Excerpted data section start

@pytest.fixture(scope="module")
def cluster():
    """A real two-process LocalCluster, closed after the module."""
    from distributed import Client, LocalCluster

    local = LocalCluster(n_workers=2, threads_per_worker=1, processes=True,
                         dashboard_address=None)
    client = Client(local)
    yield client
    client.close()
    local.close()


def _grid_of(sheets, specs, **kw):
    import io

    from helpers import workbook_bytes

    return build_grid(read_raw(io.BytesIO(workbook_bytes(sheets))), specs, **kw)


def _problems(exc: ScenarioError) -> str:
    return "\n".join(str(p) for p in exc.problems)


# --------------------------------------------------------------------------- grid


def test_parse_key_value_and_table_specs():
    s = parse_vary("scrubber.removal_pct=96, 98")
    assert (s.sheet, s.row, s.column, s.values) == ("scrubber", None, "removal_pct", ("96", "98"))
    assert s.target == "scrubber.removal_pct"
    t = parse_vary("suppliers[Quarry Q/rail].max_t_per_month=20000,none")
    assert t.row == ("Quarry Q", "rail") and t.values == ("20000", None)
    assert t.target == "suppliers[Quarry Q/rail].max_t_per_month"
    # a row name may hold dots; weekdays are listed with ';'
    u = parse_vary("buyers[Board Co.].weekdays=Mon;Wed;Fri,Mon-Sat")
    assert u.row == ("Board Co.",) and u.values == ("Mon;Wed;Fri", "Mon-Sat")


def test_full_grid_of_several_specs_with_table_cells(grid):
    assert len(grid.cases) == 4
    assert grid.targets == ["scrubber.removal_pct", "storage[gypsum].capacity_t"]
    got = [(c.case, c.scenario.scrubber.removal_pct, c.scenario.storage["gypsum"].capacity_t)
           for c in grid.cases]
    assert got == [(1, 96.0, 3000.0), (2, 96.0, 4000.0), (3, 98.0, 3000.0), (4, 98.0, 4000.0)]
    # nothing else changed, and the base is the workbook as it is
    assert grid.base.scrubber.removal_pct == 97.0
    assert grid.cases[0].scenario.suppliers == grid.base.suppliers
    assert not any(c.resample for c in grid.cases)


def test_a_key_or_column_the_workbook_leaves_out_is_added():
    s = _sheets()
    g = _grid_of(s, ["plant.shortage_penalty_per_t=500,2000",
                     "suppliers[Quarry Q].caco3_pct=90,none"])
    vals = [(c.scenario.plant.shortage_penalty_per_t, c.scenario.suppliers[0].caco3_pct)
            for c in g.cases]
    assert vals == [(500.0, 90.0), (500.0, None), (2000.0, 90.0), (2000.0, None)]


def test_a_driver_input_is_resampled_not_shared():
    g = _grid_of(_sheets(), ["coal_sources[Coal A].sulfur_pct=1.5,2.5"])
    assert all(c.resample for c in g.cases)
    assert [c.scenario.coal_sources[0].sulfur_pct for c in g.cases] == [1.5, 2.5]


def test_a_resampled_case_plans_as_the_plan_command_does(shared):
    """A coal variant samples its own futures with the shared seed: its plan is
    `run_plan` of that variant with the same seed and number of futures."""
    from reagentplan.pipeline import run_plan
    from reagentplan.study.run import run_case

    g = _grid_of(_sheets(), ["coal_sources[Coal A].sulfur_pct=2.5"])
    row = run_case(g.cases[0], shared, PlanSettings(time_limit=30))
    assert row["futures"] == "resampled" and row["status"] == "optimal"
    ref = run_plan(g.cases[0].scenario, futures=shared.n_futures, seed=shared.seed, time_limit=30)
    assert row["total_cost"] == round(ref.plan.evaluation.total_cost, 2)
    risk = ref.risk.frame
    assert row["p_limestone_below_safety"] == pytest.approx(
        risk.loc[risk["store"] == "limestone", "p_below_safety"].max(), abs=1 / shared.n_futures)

Excerpted data section end
Excerpted data section start

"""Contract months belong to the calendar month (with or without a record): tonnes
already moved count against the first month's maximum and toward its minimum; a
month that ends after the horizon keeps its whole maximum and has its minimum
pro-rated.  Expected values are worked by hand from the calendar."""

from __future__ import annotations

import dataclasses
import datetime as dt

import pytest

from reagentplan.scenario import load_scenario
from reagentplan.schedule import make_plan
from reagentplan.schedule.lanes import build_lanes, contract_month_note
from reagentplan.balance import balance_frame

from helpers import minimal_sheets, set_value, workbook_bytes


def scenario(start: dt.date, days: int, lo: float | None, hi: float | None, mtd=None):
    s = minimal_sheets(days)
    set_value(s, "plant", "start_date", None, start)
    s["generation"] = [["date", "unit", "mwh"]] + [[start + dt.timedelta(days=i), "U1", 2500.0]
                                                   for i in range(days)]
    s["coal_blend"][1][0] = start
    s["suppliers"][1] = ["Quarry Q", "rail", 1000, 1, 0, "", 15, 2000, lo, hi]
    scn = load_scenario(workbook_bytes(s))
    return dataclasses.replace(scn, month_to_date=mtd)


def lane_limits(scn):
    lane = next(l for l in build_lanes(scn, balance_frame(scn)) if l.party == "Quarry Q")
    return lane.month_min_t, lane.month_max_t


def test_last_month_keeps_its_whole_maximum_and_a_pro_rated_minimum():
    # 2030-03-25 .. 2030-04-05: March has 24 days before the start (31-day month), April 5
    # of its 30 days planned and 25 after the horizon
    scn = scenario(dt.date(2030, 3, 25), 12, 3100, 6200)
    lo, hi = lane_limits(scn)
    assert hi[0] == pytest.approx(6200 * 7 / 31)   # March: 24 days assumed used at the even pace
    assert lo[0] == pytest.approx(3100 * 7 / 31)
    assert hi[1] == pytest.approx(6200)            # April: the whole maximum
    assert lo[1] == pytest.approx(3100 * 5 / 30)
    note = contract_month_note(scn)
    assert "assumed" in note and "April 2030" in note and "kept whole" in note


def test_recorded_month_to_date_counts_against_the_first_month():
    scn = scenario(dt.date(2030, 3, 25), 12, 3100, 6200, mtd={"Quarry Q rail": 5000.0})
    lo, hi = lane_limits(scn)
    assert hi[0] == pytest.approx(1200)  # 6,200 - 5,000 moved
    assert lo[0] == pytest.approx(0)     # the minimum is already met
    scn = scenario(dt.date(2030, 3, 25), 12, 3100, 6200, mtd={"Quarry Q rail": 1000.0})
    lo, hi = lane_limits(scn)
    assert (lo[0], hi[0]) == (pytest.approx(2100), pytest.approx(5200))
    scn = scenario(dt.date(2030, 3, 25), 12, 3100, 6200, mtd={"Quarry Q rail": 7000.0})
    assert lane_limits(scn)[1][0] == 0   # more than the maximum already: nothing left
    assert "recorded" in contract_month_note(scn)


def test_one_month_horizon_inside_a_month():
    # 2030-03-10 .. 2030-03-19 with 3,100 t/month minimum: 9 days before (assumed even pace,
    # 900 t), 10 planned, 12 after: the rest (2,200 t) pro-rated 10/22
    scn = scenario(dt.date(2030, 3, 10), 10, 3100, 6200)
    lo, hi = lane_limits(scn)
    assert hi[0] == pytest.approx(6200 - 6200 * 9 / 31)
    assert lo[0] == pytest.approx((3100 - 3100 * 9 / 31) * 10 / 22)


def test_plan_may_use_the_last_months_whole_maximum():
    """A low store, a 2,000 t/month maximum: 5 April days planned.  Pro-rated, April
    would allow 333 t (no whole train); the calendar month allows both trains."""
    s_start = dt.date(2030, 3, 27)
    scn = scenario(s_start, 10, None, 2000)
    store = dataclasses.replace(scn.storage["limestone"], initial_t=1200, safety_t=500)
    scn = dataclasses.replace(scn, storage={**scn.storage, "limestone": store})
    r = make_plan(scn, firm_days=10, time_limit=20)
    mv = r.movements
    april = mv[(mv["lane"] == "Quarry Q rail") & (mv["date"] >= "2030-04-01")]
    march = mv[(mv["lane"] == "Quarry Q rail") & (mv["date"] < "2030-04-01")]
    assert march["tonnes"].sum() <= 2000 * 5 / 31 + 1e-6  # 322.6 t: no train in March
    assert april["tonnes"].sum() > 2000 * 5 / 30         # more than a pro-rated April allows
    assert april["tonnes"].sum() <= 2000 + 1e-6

Excerpted data section end

Task item: Each line above that contains the string "scrubber" should be copied.

Expected answer:
    s = parse_vary("scrubber.removal_pct=96, 98")
    assert (s.sheet, s.row, s.column, s.values) == ("scrubber", None, "removal_pct", ("96", "98"))
    assert s.target == "scrubber.removal_pct"
    assert grid.targets == ["scrubber.removal_pct", "storage[gypsum].capacity_t"]
    got = [(c.case, c.scenario.scrubber.removal_pct, c.scenario.storage["gypsum"].capacity_t)
    assert grid.base.scrubber.removal_pct == 97.0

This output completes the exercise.